Walter Erb führt bei seinem Posten diverse Maschinen zur flachen Feld- oder Saatbeet-Bearbeitung vor. Auch Walzen zeigte er den Auszubildenden. Diese haben viele wertvolle Fragen an den Fachmann. «Am liebsten hätte ich einen halben Tag mehr zum Unterrichten, es macht wirklich Spass, wenn die Lernenden so interessiert sind».

Die Instruktoren gestalten den üK «Maschinen im Ackerbau» genau so wie jeden anderen: Möglichst anschaulich und nahe an der Praxis.

Schritt für Schritt

Bei den Posten der Instruktoren Stefan Sauter und Stefan Beugger wurden alle Arbeitsschritte vom Pflügen gemeinsam besprochen und durchgeführt: Vom Luftdruckmessen der Reifen über das Einstellen der Trageachse bis hin zum Anpassen der Erstfurchenbreite.
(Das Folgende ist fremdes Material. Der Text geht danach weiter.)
//! A problem over a range of pH, everything else as it is solved: what a diagram of log
//! concentration or of fractions is drawn from.
//!
//! The ionic strength stays that of the answer. Then all constants are those of the one
//! water that the diagram is about: away from curves at its system points the lines are
//! straight, and no activity model is asked beyond its range at the ends of the pH scale.
//! At the answer's own pH the state is the answer.

use std::f64::consts::LN_10;
use std::sync::atomic::AtomicBool;

use num_rational::Rational64;
use num_traits::{One, Signed, ToPrimitive};

use super::phases::{Near, equilibrate};
use super::system::{Answer, Failure, Fixed, IonicStrength, System};
use crate::balance::Balance;
use crate::balance::recipe::Recipe;
use crate::problem::scope::PROTON;

/// pH between the states that are solved first.
const STEP: f64 = 0.25;
/// How often a step may be halved.
const HALVINGS: u32 = 5;
/// log10 of a concentration, or share of a component in a solid, that a line may stray from
/// the states between which it is drawn.
const STRAIGHT: f64 = 0.002;
/// Below this log10 concentration nobody looks.
const FAINT: f64 = -24.0;

/// States by rising pH.
#[derive(Clone, Debug)]
pub struct Sweep {
    /// The system with the pH held.
    pub system: System,
    /// None where there is no state, or none was found.
    pub states: Vec<(f64, Option<Answer>)>,
}

/// Two forms of a component that are equally much where one gives way to the other.
#[derive(Clone, Copy, Debug, PartialEq)]
pub struct SystemPoint {
    pub component: usize,
    /// Rows of the stoichiometry; the acid holds more protons.
    pub acid: usize,
    pub base: usize,
    /// The pKa at the sweep's ionic strength, for concentrations of the two forms. Where more
    /// than one proton goes at once, the mean of their pKa.
    pub ph: f64,
    /// log10 of the component's total in mol per litre or kilogram.
    pub log_total: f64,
}

/// Solves a system at pH values between two, close enough together that straight lines
/// between them are true to 0.002 in log10 of every concentration, and in every solid's share.
/// A held pH gives way.
///
/// # Errors
/// Only [`Failure::Cancelled`]: where a state is missing, the sweep has a gap.
pub fn over_ph(
    system: &System,
    ionic_strength: Option<f64>,
    from: f64,
    to: f64,
    cancel: &AtomicBool,
) -> Result<Sweep, Failure> {
    let mut system = system.clone();
    if let Some(given) = ionic_strength {
        system.ionic_strength = IonicStrength::Given(given);
    }
    let row = vec![(PROTON, Rational64::one())];
    let (supply, concentration_of) = (row.clone(), None);
    let free = Fixed { row: row.clone(), ln_value: 0.0, water: 0.0, concentration_of, supply };
    let held = match system.fixed.iter().position(|fixed| fixed.row == row) {
        Some(index) => {
            system.fixed[index] = free;
            index
        }
        None => {
            system.fixed.push(free);
            system.fixed.len() - 1
        }
    };
    let mut walk = Walk { system, held, cancel, last: None, formed: Vec::new() };
    let steps = ((to - from) / STEP).ceil().clamp(1.0, 400.0) as u32;
    let mut states: Vec<(f64, Option<Answer>)> = Vec::new();
    for n in 0..=steps {
        let ph = from + (to - from) * f64::from(n) / f64::from(steps);
        let state = walk.state(ph)?;
        if let Some(before) = states.pop() {
            walk.between(before, (ph, state), HALVINGS, &mut states)?;
        } else {
            states.push((ph, state));
        }
    }
    Ok(Sweep { system: walk.system, states })
}

struct Walk<'a> {
    system: System,
    /// Which of the fixed values is the pH.
    held: usize,
    cancel: &'a AtomicBool,
    last: Option<Answer>,
    /// Where the solids that formed stand in the last answer.
    formed: Vec<Option<usize>>,
}

impl Walk<'_> {
    /// The state at a pH; its amounts are those of the held values and, behind them, of each
    /// solid that may form.
    fn state(&mut self, ph: f64) -> Result<Option<Answer>, Failure> {
        self.system.fixed[self.held].ln_value = -ph * LN_10;
        let near = self.last.as_ref().map(|answer| Near { answer, formed: &self.formed });
        let started = near.is_some();
        let found = match equilibrate(self.system.clone(), near, self.cancel) {
            Err(Failure::NotConverged { .. }) if started => {
                equilibrate(self.system.clone(), None, self.cancel)
            }
            found => found,
        };
        match found {
            Ok(found) => {
                let mut answer = found.answer.clone();
                let at = |k: usize| found.answer.amounts.get(k).copied().unwrap_or(0.0);
                answer.amounts.truncate(self.system.fixed.len());
                answer.amounts.extend(found.formed.iter().map(|place| place.map_or(0.0, at)));
                (self.last, self.formed) = (Some(found.answer), found.formed);
                Ok(Some(answer))
            }
            Err(Failure::Cancelled) => Err(Failure::Cancelled),
            Err(_) => Ok(None),
        }
    }

    /// Adds the states from one to another, both included, with those between that it takes.
    fn between(
        &mut self,
        from: (f64, Option<Answer>),
        to: (f64, Option<Answer>),
        halvings: u32,
        states: &mut Vec<(f64, Option<Answer>)>,
    ) -> Result<(), Failure> {
        let nothing = from.1.is_none() && to.1.is_none();
        if halvings == 0 || nothing {
            states.extend([from, to]);
            return Ok(());
        }
        let ph = 0.5 * (from.0 + to.0);
        let middle = self.state(ph)?;
        if let (Some(one), Some(state), Some(other)) = (&from.1, &middle, &to.1)
            && strays(&self.system, one, state, other) <= STRAIGHT
        {
            states.extend([from, (ph, middle), to]);
            return Ok(());
        }
        self.between(from, (ph, middle), halvings - 1, states)?;
        if let Some(middle) = states.pop() {
            self.between(middle, to, halvings - 1, states)?;
        }
        Ok(())
    }
}

/// How far a state lies from the straight lines between its neighbours, in log10 of
/// concentrations and in shares of what is in solids.
fn strays(system: &System, one: &Answer, middle: &Answer, other: &Answer) -> f64 {
    let logs = |answer: &Answer, i: usize| answer.concentrations[i].log10();
    let dissolved = (0..middle.concentrations.len())
        .map(|i| (logs(one, i), logs(middle, i), logs(other, i)))
        .filter(|(a, b, c)| a.max(*b).max(*c) > FAINT)
        .map(|(a, b, c)| (b - 0.5 * (a + c)).abs());
    let solids = system.candidates.iter().enumerate().map(|(k, candidate)| {
        let amount = |answer: &Answer| formed(system, answer, k);
        let stray = (amount(middle) - 0.5 * (amount(one) + amount(other))).abs();
        // Of the protons and electrons, a solid may hold more than there are.
        let total = |&(j, n): &(usize, Rational64)| system.totals[j] / n.to_f64().unwrap_or(1.0);
        let totals = candidate.row.iter().map(total).filter(|total| *total > 0.0);
        stray / totals.fold(f64::INFINITY, f64::min)
    });
    dissolved.chain(solids).filter(|stray| stray.is_finite()).fold(0.0, f64::max)
}

/// mol per litre or kilogram of a solid that may form which is there in a state of a sweep.
fn formed(system: &System, state: &Answer, candidate: usize) -> f64 {
    let brought = state.amounts.get(system.fixed.len() + candidate);
    brought.map_or(0.0, |brought| 0.0 - brought)
}

impl Sweep {
    /// The states that were found.
    pub fn found(&self) -> impl Iterator<Item = (f64, &Answer)> {
        self.states.iter().filter_map(|(ph, state)| Some((*ph, state.as_ref()?)))
    }

    /// mol per litre or kilogram of a solid that may form which is there in a state.
    pub fn formed(&self, state: &Answer, candidate: usize) -> f64 {
        formed(&self.system, state, candidate)
    }

    /// Whether some of a component is in a solid.
    fn is_precipitated(&self, state: &Answer, component: usize) -> bool {
        let mut candidates = self.system.candidates.iter().enumerate();
        candidates.any(|(k, candidate)| {
            candidate.row.iter().any(|&(j, _)| j == component) && self.formed(state, k) > 0.0
        })
    }

    /// The state nearest to a pH.
    fn near(&self, ph: f64) -> Option<&Answer> {
        let nearest = self.found().min_by(|a, b| (a.0 - ph).abs().total_cmp(&(b.0 - ph).abs()))?;
        Some(nearest.1)
    }
}

/// The system points of every component whose total is given and which is, there, all
/// dissolved and mostly in the two forms that meet. What holds two of the component, or
/// another one, has no part.
pub fn system_points(sweep: &Sweep) -> Vec<SystemPoint> {
    let Some((_, state)) = sweep.found().next() else { return Vec::new() };
    let mut points = Vec::new();
    for j in 1..sweep.system.totals.len() {
        let total = sweep.system.totals[j];
        let open = |fixed: &Fixed| fixed.supply.iter().any(|&(k, _)| k == j);
        if total <= 0.0 || sweep.system.fixed.iter().any(open) {
            continue;
        }
        for [acid, base] in succession(&forms(sweep, state, j)) {
            let ph = (acid.height - base.height) / ((acid.protons - base.protons) * LN_10);
            let Some(near) = sweep.near(ph).filter(|near| !sweep.is_precipitated(near, j)) else {
                continue;
            };
            let both = near.concentrations[acid.row] + near.concentrations[base.row];
            if both >= 0.5 * total {
                let (acid, base) = (acid.row, base.row);
                points.push(SystemPoint { component: j, acid, base, ph, log_total: total.log10() });
            }
        }
    }
    let (first, last) = (sweep.states.first(), sweep.states.last());
    if let (Some(&(from, _)), Some(&(to, _))) = (first, last) {
        points.retain(|point| from < point.ph && point.ph < to);
    }
    points
}

/// A species that is one of a component and some protons, more or fewer.
#[derive(Clone, Copy)]
struct Form {
    row: usize,
    protons: f64,
    /// ln concentration where the free component and the proton have activity one.
    height: f64,
}

fn forms(sweep: &Sweep, state: &Answer, component: usize) -> Vec<Form> {
    let species = sweep.system.species.iter().enumerate();
    species
        .filter_map(|(row, species)| {
            let mut protons = 0.0;
            let mut own = false;
            for &(k, n) in &species.row {
                match k {
                    PROTON => protons = n.to_f64()?,
                    k if k == component && n.is_one() => own = true,
                    _ => return None,
                }
            }
            let height = species.ln_k - state.ln_gammas[row];
            (own && height.is_finite()).then_some(Form { row, protons, height })
        })
        .collect()
}

/// The forms that are most of a component, one after another by rising pH, in pairs.
fn succession(forms: &[Form]) -> Vec<[Form; 2]> {
    let most =
        |a: &&Form, b: &&Form| a.protons.total_cmp(&b.protons).then(a.height.total_cmp(&b.height));
    let Some(mut now) = forms.iter().max_by(most) else { return Vec::new() };
    let mut pairs = Vec::new();
    loop {
        let meets = |form: &Form| (now.height - form.height) / (now.protons - form.protons);
        let next = forms
            .iter()
            .filter(|form| form.protons < now.protons)
            .min_by(|a, b| meets(a).total_cmp(&meets(b)).then(a.protons.total_cmp(&b.protons)));
        let Some(next) = next else { return pairs };
        pairs.push([*now, *next]);
        now = next;
    }
}

/// Both sides of a balance in a state, mol per litre or kilogram. None for a side one of
/// whose constants is not known there.
pub fn sides(balance: &Balance, recipe: &Recipe, state: &Answer) -> [Option<f64>; 2] {
    let mut recipe = recipe.clone();
    for (held, &amount) in recipe.held.iter_mut().zip(&state.amounts) {
        held.amount = Some(amount);
    }
    // A solid that forms takes away what it brings less than nothing of.
    let solids = state.amounts.iter().rev().zip(recipe.precipitates.iter_mut().rev());
    for (&amount, solid) in solids {
        solid.amount = Some(0.0 - amount);
    }
    let mut sides = [Some(0.0), Some(0.0)];
    let mut add = |side: usize, value: Option<f64>| {
        sides[side] = sides[side].zip(value).map(|(sum, value)| sum + value);
    };
    for &(row, n) in &balance.terms {
        let value = n.abs().to_f64().map(|n| n * state.concentrations[row]);
        add(usize::from(n.is_negative()), value);
    }
    for &(part, n) in &balance.parts {
        let value = n.abs().to_f64().zip(recipe.value(part)).map(|(n, value)| n * value);
        add(usize::from(n.is_positive()), value);
    }
    sides
}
Im üK werden die Pflüge bewusst verstellt, dass Dinge wie Zugpunkt oder Furchentiefe nicht stimmig sind. So sieht man direkt, wie solche Fehler sich auf das Pflugbild auswirken. Deshalb ist es wichtig, dass die Lernenden auch selber fahren.

Während einer fährt, beobachten die andern, was nicht optimal eingestellt ist und wie korrigiert werden kann.

Gewusst wie

Stefan Beugger, zweiter Instruktor Posten «Pflügen», ist es wichtig, dass die Lernenden in Zukunft wissen, wie ein Pflug einzustellen ist: «Auf dem Betrieb sind die Maschinen meistens fast fertig eingestellt. Bei uns dürfen die Teilnehmer selber die Einstellungen vornehmen.» Damit dies möglich ist, klären die Instruktoren die Handhabung einzelner Bauteile, bevor die Auszubildenden die Maschinen selber einstellen.
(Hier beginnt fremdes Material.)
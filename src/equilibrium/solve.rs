//! The answer to a system: which steps, in which order.

use std::sync::atomic::AtomicBool;

use super::frame::Frame;
use super::ionic;
use super::newton::CLOSED;
use super::search::Search;
use super::skew::solve_skew;
use super::start::{first_guess, sweep, warm_guess};
use super::system::{Answer, Failure, IonicStrength, System};
use crate::chemistry::activity::ActivityKind;

/// An answer whose rows close no better than this is not given.
pub(super) const TRUSTED: f64 = 1e-9;

/// Finds the state in which every row of the system closes.
///
/// `start` is an answer to a system of the same components that is thought to be near;
/// with it the search begins there. `cancel` is looked at in every iteration. Amounts
/// are in mol per litre or kilogram, whichever the system's totals are in.
///
/// # Errors
/// [`Failure::Infeasible`] and [`Failure::Dependent`] are proven. With ideal activities
/// every other system has one answer, and it is found; [`Failure::NotConverged`] is for
/// activity models far out of their range, and for numbers that are not finite.
pub fn solve(
    system: &System,
    start: Option<&Answer>,
    cancel: &AtomicBool,
) -> Result<Answer, Failure> {
    solve_and_keep(system, start, cancel).map(|(answer, _)| answer)
}

/// The same, with the search that found it, to be gone on with where the system moves. None
/// where a charged species is held: that is found otherwise.
pub(super) fn solve_and_keep<'a>(
    system: &'a System,
    start: Option<&Answer>,
    cancel: &AtomicBool,
) -> Result<(Answer, Option<Search<'a>>), Failure> {
    let frame = Frame::new(system)?;
    if frame.askew {
        return solve_skew(system, start, cancel).map(|answer| (answer, None));
    }
    let mut search = match start {
        Some(answer) => {
            let mut search = Search::new(frame, |j| warm_guess(system, answer, j))?;
            if needs_activity(system) {
                search.set_ionic_strength(answer.ionic_strength);
                search.evaluate();
            }
            search
        }
        None => {
            let mut search = Search::new(frame, |j| first_guess(system, j))?;
            sweep(&mut search);
            search
        }
    };
    search.rebase()?;
    match system.ionic_strength {
        _ if !needs_activity(system) => search.converge(CLOSED, cancel)?,
        IonicStrength::Given(ionic_strength) => {
            search.set_ionic_strength(ionic_strength);
            search.evaluate();
            search.converge(CLOSED, cancel)?;
        }
        IonicStrength::Computed => ionic::converge(&mut search, start.is_some(), cancel)?,
    }
    let answer = trusted(&mut search)?;
    Ok((answer, Some(search)))
}

/// The answer of a search that has converged.
pub(super) fn trusted(search: &mut Search) -> Result<Answer, Failure> {
    search.polish();
    let answer = search.answer();
    // The rows as given must close too; where amounts past all measure were divided by
    // their size they do not.
    if answer.residual <= TRUSTED && search.point.ln_scale == 0.0 {
        return Ok(answer);
    }
    Err(Failure::NotConverged { residual: answer.residual, iterations: answer.iterations })
}

/// Whether any activity coefficient can differ from one.
pub(super) fn needs_activity(system: &System) -> bool {
    system.activity.kind != ActivityKind::Ideal
}
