//! A charged species held at a value: what is supplied (with a counter-ion that the
//! proton's row must not notice) is not what is held, and the balances are no longer
//! the gradient of a convex function.
//!
//! With the pH held too they are again, since the difference lies in the proton's row
//! alone. So the pH is looked for from outside: at each trial pH the convex problem is
//! solved, and what that needs in protons beyond what there is must come to nothing.

use std::sync::atomic::AtomicBool;

use num_rational::Rational64;

use super::plane;
use super::root::{Mark, narrow};
use super::sensitivity::Sensitivity;
use super::solve::{TRUSTED, needs_activity, solve};
use super::system::{Answer, Failure, Fixed, IonicStrength, System};

/// The pH that are looked through, and in how many steps.
const LOOK: (f64, f64, u32) = (-3.0, 18.0, 42);
const LN_10: f64 = std::f64::consts::LN_10;

/// Solves a system whose held phases supply something else than their own rows.
///
/// There can be several such states, or none: the one that takes the least of the held
/// phases is given.
pub(super) fn solve_skew(
    system: &System,
    start: Option<&Answer>,
    cancel: &AtomicBool,
) -> Result<Answer, Failure> {
    let (mut states, closest) = states(system, start, cancel)?;
    let taken = |answer: &Answer| answer.amounts.iter().map(|n| n.abs()).sum::<f64>();
    states.sort_by(|a, b| taken(a).total_cmp(&taken(b)));
    states.into_iter().next().ok_or(closest)
}

/// All states, by rising pH; and how near the search came, for where there are none.
pub(super) fn states(
    system: &System,
    start: Option<&Answer>,
    cancel: &AtomicBool,
) -> Result<(Vec<Answer>, Failure), Failure> {
    let mut outer = Outer { held: system.clone(), cancel, last: start.cloned(), iterations: 0 };
    let row = vec![(0, Rational64::from_integer(1))];
    outer.held.fixed.push(Fixed {
        row: row.clone(),
        ln_value: 0.0,
        water: 0.0,
        concentration_of: None,
        supply: row,
    });
    let mut least = f64::INFINITY;
    let mut all: Vec<Answer> = Vec::new();
    // Where the sign changes at a jump, an activity model having gone over from one of its
    // states to another, there is no answer; but there may be one coming from the other
    // side.
    for upwards in [true, false] {
        let marks = outer.look(upwards)?;
        let mut found = outer.changes(&marks)?;
        let looked = found.len();
        finish(&mut found, system, outer.iterations);
        let whole = marks.len() > LOOK.2 as usize;
        let jumps = looked > found.len() || (found.is_empty() && !whole);
        all.extend(found);
        least = marks.iter().fold(least, |least, mark| least.min(mark.1.abs()));
        if !jumps {
            return Ok((distinct(all), outer.failure(least)));
        }
    }
    // A state may lie on a branch that no walk over the pH comes to.
    let one_unknown = needs_activity(system) && system.activity.by_ionic_strength().is_some();
    if one_unknown && system.ionic_strength == IonicStrength::Computed {
        let mut found = plane::states(&outer.held, cancel)?;
        finish(&mut found, system, outer.iterations);
        all.extend(found);
    }
    Ok((distinct(all), outer.failure(least)))
}

/// Takes the held pH out of states again, and those away that do not close without it.
fn finish(states: &mut Vec<Answer>, system: &System, iterations: u32) {
    for answer in states.iter_mut() {
        answer.amounts.truncate(system.fixed.len());
        answer.residual = super::fixed::residual(system, &answer.concentrations, &answer.amounts);
        answer.iterations = iterations;
    }
    states.retain(|answer| answer.residual <= TRUSTED);
}

/// By rising pH, each once.
fn distinct(mut states: Vec<Answer>) -> Vec<Answer> {
    let ln_h = |state: &Answer| state.ln_components.first().copied().unwrap_or(0.0);
    states.sort_by(|a, b| ln_h(b).total_cmp(&ln_h(a)));
    states.dedup_by(|a, b| (ln_h(a) - ln_h(b)).abs() < 1e-7);
    states
}

struct Outer<'a> {
    /// The system with the pH held last.
    held: System,
    cancel: &'a AtomicBool,
    last: Option<Answer>,
    iterations: u32,
}

impl Outer<'_> {
    /// Protons that would have to be brought in to keep this pH.
    fn missing(&mut self, ph: f64) -> Result<f64, Failure> {
        if let Some(proton) = self.held.fixed.last_mut() {
            proton.ln_value = -ph * LN_10;
        }
        let answer = solve(&self.held, self.last.as_ref(), self.cancel)?;
        self.iterations += answer.iterations;
        let missing = answer.amounts.last().copied().unwrap_or(0.0);
        self.last = Some(answer);
        Ok(missing)
    }

    fn failure(&self, residual: f64) -> Failure {
        Failure::NotConverged { residual, iterations: self.iterations }
    }

    /// The states at the changes of sign between marks.
    fn changes(&mut self, marks: &[Mark]) -> Result<Vec<Answer>, Failure> {
        let mut found = Vec::new();
        for pair in marks.windows(2) {
            if pair[0].1 == 0.0 || pair[0].1 * pair[1].1 < 0.0 {
                match self.settle(pair[0], pair[1]) {
                    Err(Failure::NotConverged { .. }) => {}
                    other => found.push(other?),
                }
            }
        }
        Ok(found)
    }

    /// The protons missing at one pH after another; and between two where they first grow
    /// less and then more, a look whether they change sign twice on the way.
    fn look(&mut self, upwards: bool) -> Result<Vec<Mark>, Failure> {
        let mut marks: Vec<(Mark, f64)> = Vec::new();
        for n in 0..=LOOK.2 {
            let n = if upwards { n } else { LOOK.2 - n };
            let ph = LOOK.0 + (LOOK.1 - LOOK.0) * f64::from(n) / f64::from(LOOK.2);
            match self.missing(ph) {
                Ok(missing) => marks.push(((ph, missing), self.slope())),
                // No state at this pH: nothing to pass through either.
                Err(Failure::NotConverged { .. }) => {}
                Err(other) => return Err(other),
            }
        }
        marks.sort_by(|a, b| a.0.0.total_cmp(&b.0.0));
        let mut all: Vec<Mark> = marks.iter().map(|mark| mark.0).collect();
        for pair in marks.windows(2) {
            let [(low, down), (high, up)] = [pair[0], pair[1]];
            if low.1 * high.1 > 0.0 && low.1 * down < 0.0 && low.1 * up > 0.0 {
                all.extend(self.dip(low, high)?);
            }
        }
        all.sort_by(|a, b| a.0.total_cmp(&b.0));
        Ok(all)
    }

    /// The change of the missing protons by the pH, at the last state.
    fn slope(&self) -> f64 {
        let proton = self.held.fixed.len() - 1;
        self.last
            .as_ref()
            .and_then(|state| Sensitivity::new(&self.held, state)?.by_fixed(proton))
            .map_or(f64::NAN, |response| -LN_10 * response.amounts[proton])
    }

    /// A place of the other sign between two marks of one sign that the function leaves
    /// towards nothing, if there is one: by halves towards its turning point.
    fn dip(&mut self, low: Mark, high: Mark) -> Result<Option<Mark>, Failure> {
        let (mut from, mut to) = (low.0, high.0);
        for _ in 0..40 {
            let ph = 0.5 * (from + to);
            let missing = match self.missing(ph) {
                Err(Failure::NotConverged { .. }) => return Ok(None),
                other => other?,
            };
            if missing * low.1 <= 0.0 {
                return Ok(Some((ph, missing)));
            }
            *(if self.slope() * low.1 < 0.0 { &mut from } else { &mut to }) = ph;
        }
        Ok(None)
    }

    /// The state at the change of sign between two pH.
    fn settle(&mut self, from: Mark, to: Mark) -> Result<Answer, Failure> {
        let width = 4.0 * f64::EPSILON * to.0.abs().max(1.0);
        narrow(|ph| self.missing(ph), from, to, width)?;
        self.last.clone().ok_or(Failure::Cancelled)
    }
}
Stefan Beugger zeigt, wie die Steinbruchsicherung funktioniert.

Sämaschinen und -Technik

Nach dem Pflügen und der Saatbeet-Bearbeitung kommt das Säen. Bei Lukas Roth lernten die üK-Teilnehmer*innen verschiedene Sämaschinen kennen und wie diese abgedreht und eingestellt werden.
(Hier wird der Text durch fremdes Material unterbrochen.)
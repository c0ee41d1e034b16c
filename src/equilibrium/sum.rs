//! Sums of products without loss to cancellation: the totals of a new basis are
//! differences of given totals, and their small remainders matter.

/// A sum kept as an unevaluated pair of `f64`, about 32 digits.
#[derive(Clone, Copy, Debug, Default)]
pub(super) struct Sum {
    high: f64,
    low: f64,
    /// Sum of the magnitudes of all that was added.
    pub size: f64,
    pub count: u32,
}

impl Sum {
    /// Adds `a · b`, the product taken exactly.
    pub fn add_product(&mut self, a: f64, b: f64) {
        let product = a * b;
        // A factor of ±1 is by far the most common and needs no second half.
        let rest = if a.abs() == 1.0 || b.abs() == 1.0 { 0.0 } else { a.mul_add(b, -product) };
        let sum = self.high + product;
        let shadow = sum - self.high;
        let error = (self.high - (sum - shadow)) + (product - shadow);
        self.high = sum;
        self.low += error + rest;
        self.size += product.abs();
        self.count += 1;
    }

    /// The whole sum over a divisor.
    pub fn over(mut self, divisor: f64) -> Self {
        if divisor != 1.0 {
            let value = self.value();
            self.high = value / divisor;
            self.low = 0.0;
            self.size /= divisor.abs();
        }
        self
    }

    pub fn value(&self) -> f64 {
        self.high + self.low
    }
}

#[cfg(test)]
mod tests {
    use super::Sum;

    #[test]
    fn keeps_what_cancellation_leaves() {
        let mut sum = Sum::default();
        sum.add_product(0.1, 3.0);
        sum.add_product(-0.3, 1.0);
        // 3·fl(0.1) − fl(0.3) in exact binary arithmetic.
        assert_eq!(sum.value(), 2.7755575615628914e-17);
        assert_eq!(sum.count, 2);
    }
}
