//! The state at one value of the unknowns: concentrations, and how far each balance is
//! from closing.

use super::coordinates::Coordinates;

/// Above this ln c, all concentrations and totals are divided by the largest
/// concentration, so that a search that starts far off overflows nowhere.
const LN_MOST: f64 = 300.0;
/// Below this ln c is taken as this, so that no row comes to nothing.
const LN_LEAST: f64 = -690.0;
const LEAST: f64 = 2.2e-300;

#[derive(Clone, Debug, Default)]
pub(super) struct Point {
    pub u: Vec<f64>,
    /// `constant + α·u` of each present species: its ln activity but for the share of
    /// phases held by concentration.
    pub ln_activities: Vec<f64>,
    pub concentrations: Vec<f64>,
    /// The positive terms of each row, a negative total among them.
    pub positive: Vec<f64>,
    /// The negative ones, a positive total among them.
    pub negative: Vec<f64>,
    /// ln of what all of the amounts above were divided by; nearly always zero.
    pub ln_scale: f64,
}

impl Point {
    /// Everything else from `u`. `shifts` are what activity coefficients add to each
    /// ln c; none where all are ideal.
    pub fn evaluate(&mut self, at: &Coordinates, shifts: &[f64]) {
        let n = at.species.len();
        self.ln_activities.resize(n, 0.0);
        self.concentrations.resize(n, 0.0);
        let mut most = f64::NEG_INFINITY;
        for i in 0..n {
            let mut ln_activity = at.constants[i];
            for &(j, value) in at.row(i) {
                ln_activity += value * self.u[j as usize];
            }
            self.ln_activities[i] = ln_activity;
            let ln_c = ln_activity + shifts.get(i).copied().unwrap_or(0.0);
            self.concentrations[i] = ln_c;
            most = most.max(ln_c);
        }
        self.ln_scale = if most > LN_MOST { most } else { 0.0 };
        let scale = (-self.ln_scale).exp();
        self.positive.clear();
        self.positive.extend(at.totals.iter().map(|t| (-t).max(0.0) * scale));
        self.negative.clear();
        self.negative.extend(at.totals.iter().map(|t| t.max(0.0) * scale));
        for i in 0..n {
            let ln_c = self.concentrations[i] - self.ln_scale;
            let c = if ln_c > LN_LEAST { ln_c.exp() } else { LEAST };
            self.concentrations[i] = c;
            for &(j, value) in at.row(i) {
                if value > 0.0 {
                    self.positive[j as usize] += value * c;
                } else {
                    self.negative[j as usize] -= value * c;
                }
            }
        }
    }

    /// The worst row: what is left over the sum of its terms.
    pub fn residual(&self) -> f64 {
        let rows = self.positive.iter().zip(&self.negative);
        let open = rows.map(|(p, n)| (p - n).abs() / (p + n));
        // A row that is not a number counts as wholly open.
        open.map(|r| if r.is_nan() { 1.0 } else { r }).fold(0.0, f64::max)
    }

    /// `Σ_j (positive − negative)_j · direction_j`: the slope of the convex function
    /// whose minimum is the answer, divided by the scale.
    pub fn slope(&self, direction: &[f64]) -> f64 {
        let rows = self.positive.iter().zip(&self.negative);
        rows.zip(direction).map(|((p, n), d)| (p - n) * d).sum()
    }
}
Auch beim Sämaschinen-Posten steht das Learning-by-Doing an oberster Stelle.

 

Mechanische Drillsämaschine die unter Anleitung von Lukas Roth abgedreht wird.

Die Lernenden nehmen an der Krummenacher-Sämaschine Einstellungen für eine Abdrehprobe vor.

Ein gelungener Tag

Die Lernenden durften an diesem üK-Tag viel von den Instruktoren profitieren, Fragen stellen und ausprobieren.

Beim üK «Maschinen im Ackerbau» wird sehr vieles thematisiert. Die intensive praktische Tätigkeit und die Menge an Informationen zeigen auf, dass der Einsatz von Geräten bei der Bodenbearbeitung gelernt sein will.

Die Auszubildenden der Erstlehre besuchen den üK im zweiten, die der Zweitlehre im ersten Lehrjahr.